Begin at the line below that has "dAt(one, (one.CL+one.CR)/2), sel.k)" and stop after the line that has "if o.Resamples >= 0". Please restate only those lines, word for word.
· · · ·
func analyze(p *profile.Profile, t float64, o Options) (*Result, error) {
	bad := func(format string, args ...any) error {
		return fmt.Errorf("%w: "+format, append([]any{fit.ErrBadInput}, args...)...)
	}
	method := strings.ToLower(strings.TrimSpace(o.Method))
	switch method {
	case "", "matano", BoltzmannMatano:
		method = BoltzmannMatano
	case "sauer", SauerFreise:
		method = SauerFreise
	default:
		return nil, bad("unknown method %q (use %s or %s)", o.Method, BoltzmannMatano, SauerFreise)
	}
	if t == 0 {
		t = p.Time
	}
	if !(t > 0) || math.IsInf(t, 0) {
		return nil, bad("the anneal time is not given (%g s); set it in the file (# time: 4 h) or on the command line", t)
	}
	n := len(p.Depth)
	if len(p.Value) != n {
		return nil, bad("%d depths but %d values", n, len(p.Value))
	}
	kmax := o.MaxTerms
	if kmax == 0 {
		kmax = 5
	}
	if kmax < 1 || kmax > maxTerms {
		return nil, bad("at most %d smoother terms tried; use 1 to %d (0 gives 5)", o.MaxTerms, maxTerms)
	}
	if o.Terms < 0 || o.Terms > maxTerms {
		return nil, bad("%d smoother terms; use 1 to %d, or let the data choose them (auto)", o.Terms, maxTerms)
	}
	if n < 8 {
		return nil, bad("%d points are too few for a Matano analysis; measure at least 8 (better 30 or more) across the couple", n)
	}
	if o.Terms > 0 && n < 3*o.Terms+5 {
		return nil, bad("%d points are too few for a smoother of %d terms (%d parameters); use at most %d terms, or auto", n, o.Terms, 3*o.Terms+1, (n-5)/3)
	}
	level := o.Level
	if level == 0 {
		level = 0.95
	}
	if !(level > 0 && level < 1) {
		return nil, bad("confidence level %g must lie between 0 and 1", o.Level)
	}
	line := func(i int) string {
		if i < len(p.Line) && p.Line[i] > 0 {
			return fmt.Sprintf(" (line %d)", p.Line[i])
		}
		return ""
	}
	idx := make([]int, n)
	for i := range idx {
		idx[i] = i
		if !finite(p.Depth[i]) || !finite(p.Value[i]) {
			return nil, bad("point %d%s is not a finite number", i+1, line(i))
		}
	}
	for _, c := range o.Concentrations {
		if !finite(c) {
			return nil, bad("requested concentration %g is not a finite number", c)
		}
	}
	sort.SliceStable(idx, func(a, b int) bool { return p.Depth[idx[a]] < p.Depth[idx[b]] })
	x, y := make([]float64, n), make([]float64, n)
	for k, i := range idx {
		x[k], y[k] = p.Depth[i], p.Value[i]
	}
	if x[n-1] == x[0] {
		return nil, bad("all points are at the same depth %g m", x[0])
	}

	sc, u, v, err := scale(x, y)
	if err != nil {
		return nil, err
	}
	pl := newPipeline(u, o.Terms, kmax)
	var work lmWork
	sel := pl.run(v, &work)
	if sel == nil {
		if o.Terms > 0 {
			return nil, fmt.Errorf("%w: no smooth monotone curve of %d error-function terms fits the profile with every term resolved by the points (wider than their spacing, centred within the data); try fewer terms or --terms auto", fit.ErrNoAnswer, o.Terms)
		}
		return nil, fmt.Errorf("%w: no smooth monotone curve (sum of error functions) could be fitted to the profile; check that it is a diffusion-couple profile that rises or falls from one end composition to the other", fit.ErrNoAnswer)
	}
	smooth := sc.smooth(sel.k, sel.p)
	r := &Result{ID: p.ID, Method: method, Smooth: smooth, Time: t, Points: []Point{}, Warnings: []fit.Warning{}, Level: level}
	r.RMSE = math.Abs(sc.b) * math.Sqrt(sel.rss/float64(n-(3*sel.k+1)))
	if method == BoltzmannMatano {
		xm := smooth.MatanoPlane()
		r.MatanoPlane = &xm
	}
	cs := o.Concentrations
	if cs == nil {
		for k := 1; k <= 19; k++ {
			cs = append(cs, smooth.CL+float64(k)*0.05*(smooth.CR-smooth.CL))
		}
	}
	dAt := func(s *Smooth, c float64) float64 {
		yy := (c - s.CL) / (s.CR - s.CL)
		xx, ok := s.Position(yy)
		if !ok {
			return math.NaN()
		}
		if method == BoltzmannMatano {
			return s.boltzmannMatano(xx, t, s.MatanoPlane())
		}
		return s.sauerFreise(xx, t)
	}
	// The median spacing of the points, for the resolution warning.
	gaps := make([]float64, n-1)
	for i := 1; i < n; i++ {
		gaps[i-1] = x[i] - x[i-1]
	}
	sort.Float64s(gaps)
	spacing := gaps[(n-1)/2]
	var outside, nearEnd, coarse []string
	for _, c := range cs {
		pt := Point{C: c, D: dAt(smooth, c), CI: fit.Interval{Lo: math.NaN(), Hi: math.NaN()}}
		yy := (c - smooth.CL) / (smooth.CR - smooth.CL)
		switch {
		case !(yy > 0 && yy < 1):
			outside = append(outside, fmt.Sprintf("%g", c))
		case yy < 0.1 || yy > 0.9:
			nearEnd = append(nearEnd, fmt.Sprintf("%.4g", c))
		}
		if xx, ok := smooth.Position(yy); ok && smooth.slopeY(xx) > 1/(resolution*spacing) {
			coarse = append(coarse, fmt.Sprintf("%.4g", c))
		}
		r.Points = append(r.Points, pt)
	}

	// Warnings on the data.
	if n < 20 {
		r.warn("few-points", "only %d points: the smoother and D(C) rest on little data; 30 or more across the couple are advisable", n)
	}
	if y0, y1 := smooth.Y(x[0]), smooth.Y(x[n-1]); y0 > 0.03 || y1 < 0.97 {
		side := []string{}
		// Said the same way at both ends: the share of the step from one end
		// composition to the other not yet covered at the outermost point.
		if y0 > 0.03 {
			side = append(side, fmt.Sprintf("shallow end (%.0f %% of the step short at the first point)", 100*y0))
		}
		if y1 < 0.97 {
			side = append(side, fmt.Sprintf("deep end (%.0f %% of the step short at the last point)", 100*(1-y1)))
		}
		r.warn("ends-not-reached", "the profile does not reach the end composition at the %s: the end levels %.4g and %.4g are extrapolated by the smoother, so the Matano plane and D near that end are uncertain; measure further out", strings.Join(side, " and the "), smooth.CL, smooth.CR)
	}
	switch {
	case sel.k == 1:
		r.warn("constant-d", "one error-function term describes the profile: D comes out the same at every concentration (%.3g m²/s); the data do not resolve a variation of D with C", dAt(smooth, (smooth.CL+smooth.CR)/2))
	case sel.aiccFit.k == 1:
		// AICc prefers the constant-D curve; the one used has a term more
		// (see pipeline.run), so its D varies a little with C.
		one := sc.smooth(1, sel.aiccFit.p)
		r.warn("constant-d", "AICc prefers a single error-function term, i.e. the same D at every concentration (%.3g m²/s): the data do not resolve a variation of D with C. The D(C) reported uses %d terms so that its band also allows for the variation the data cannot exclude", dAt(one, (one.CL+one.CR)/2), sel.k)
	}
	if o.Terms == 0 && sel.aiccFit.k == kmax && kmax < maxTerms {
		r.warn("terms-at-limit", "AICc chose the most smoother terms tried (%d): the profile may have more structure than the smoother follows, so D(C) and its band may be biased; a fixed number of terms above %d lets it follow more (--terms)", kmax, kmax)
	}
	if len(outside) > 0 {
		r.warn("outside-range", "D cannot be evaluated at %s: outside the range between the end compositions %.4g and %.4g (D is null there)", strings.Join(outside, ", "), smooth.CL, smooth.CR)
	}
	if len(nearEnd) > 0 {
		r.warn("near-end", "at %s, within 10 %% of an end composition, D is the ratio of two small numbers (the integral and the gradient) and is poorly determined; read it with its interval", strings.Join(nearEnd, ", "))
	}
	if len(coarse) > 0 {
		r.warn("under-resolved", "at %s the profile would cross the whole range within %d point spacings at its local slope: the points are too far apart there for the smoother to follow D(C) (no term may be narrower than the spacing), so D and its band may be biased; measure with a finer step across the steep part", strings.Join(coarse, ", "), resolution)
	}

	if o.Resamples >= 0 {
		if err := r.bootstrap(pl, sc, v, sel, cs, level, o, dAt); err != nil {
			return nil, err
		}
	}
	return r, nil
}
· · · ·
Exercise answer
		r.warn("constant-d", "AICc prefers a single error-function term, i.e. the same D at every concentration (%.3g m²/s): the data do not resolve a variation of D with C. The D(C) reported uses %d terms so that its band also allows for the variation the data cannot exclude", dAt(one, (one.CL+one.CR)/2), sel.k)
	}
	if o.Terms == 0 && sel.aiccFit.k == kmax && kmax < maxTerms {
		r.warn("terms-at-limit", "AICc chose the most smoother terms tried (%d): the profile may have more structure than the smoother follows, so D(C) and its band may be biased; a fixed number of terms above %d lets it follow more (--terms)", kmax, kmax)
	}
	if len(outside) > 0 {
		r.warn("outside-range", "D cannot be evaluated at %s: outside the range between the end compositions %.4g and %.4g (D is null there)", strings.Join(outside, ", "), smooth.CL, smooth.CR)
	}
	if len(nearEnd) > 0 {
		r.warn("near-end", "at %s, within 10 %% of an end composition, D is the ratio of two small numbers (the integral and the gradient) and is poorly determined; read it with its interval", strings.Join(nearEnd, ", "))
	}
	if len(coarse) > 0 {
		r.warn("under-resolved", "at %s the profile would cross the whole range within %d point spacings at its local slope: the points are too far apart there for the smoother to follow D(C) (no term may be narrower than the spacing), so D and its band may be biased; measure with a finer step across the steep part", strings.Join(coarse, ", "), resolution)
	}

	if o.Resamples >= 0 {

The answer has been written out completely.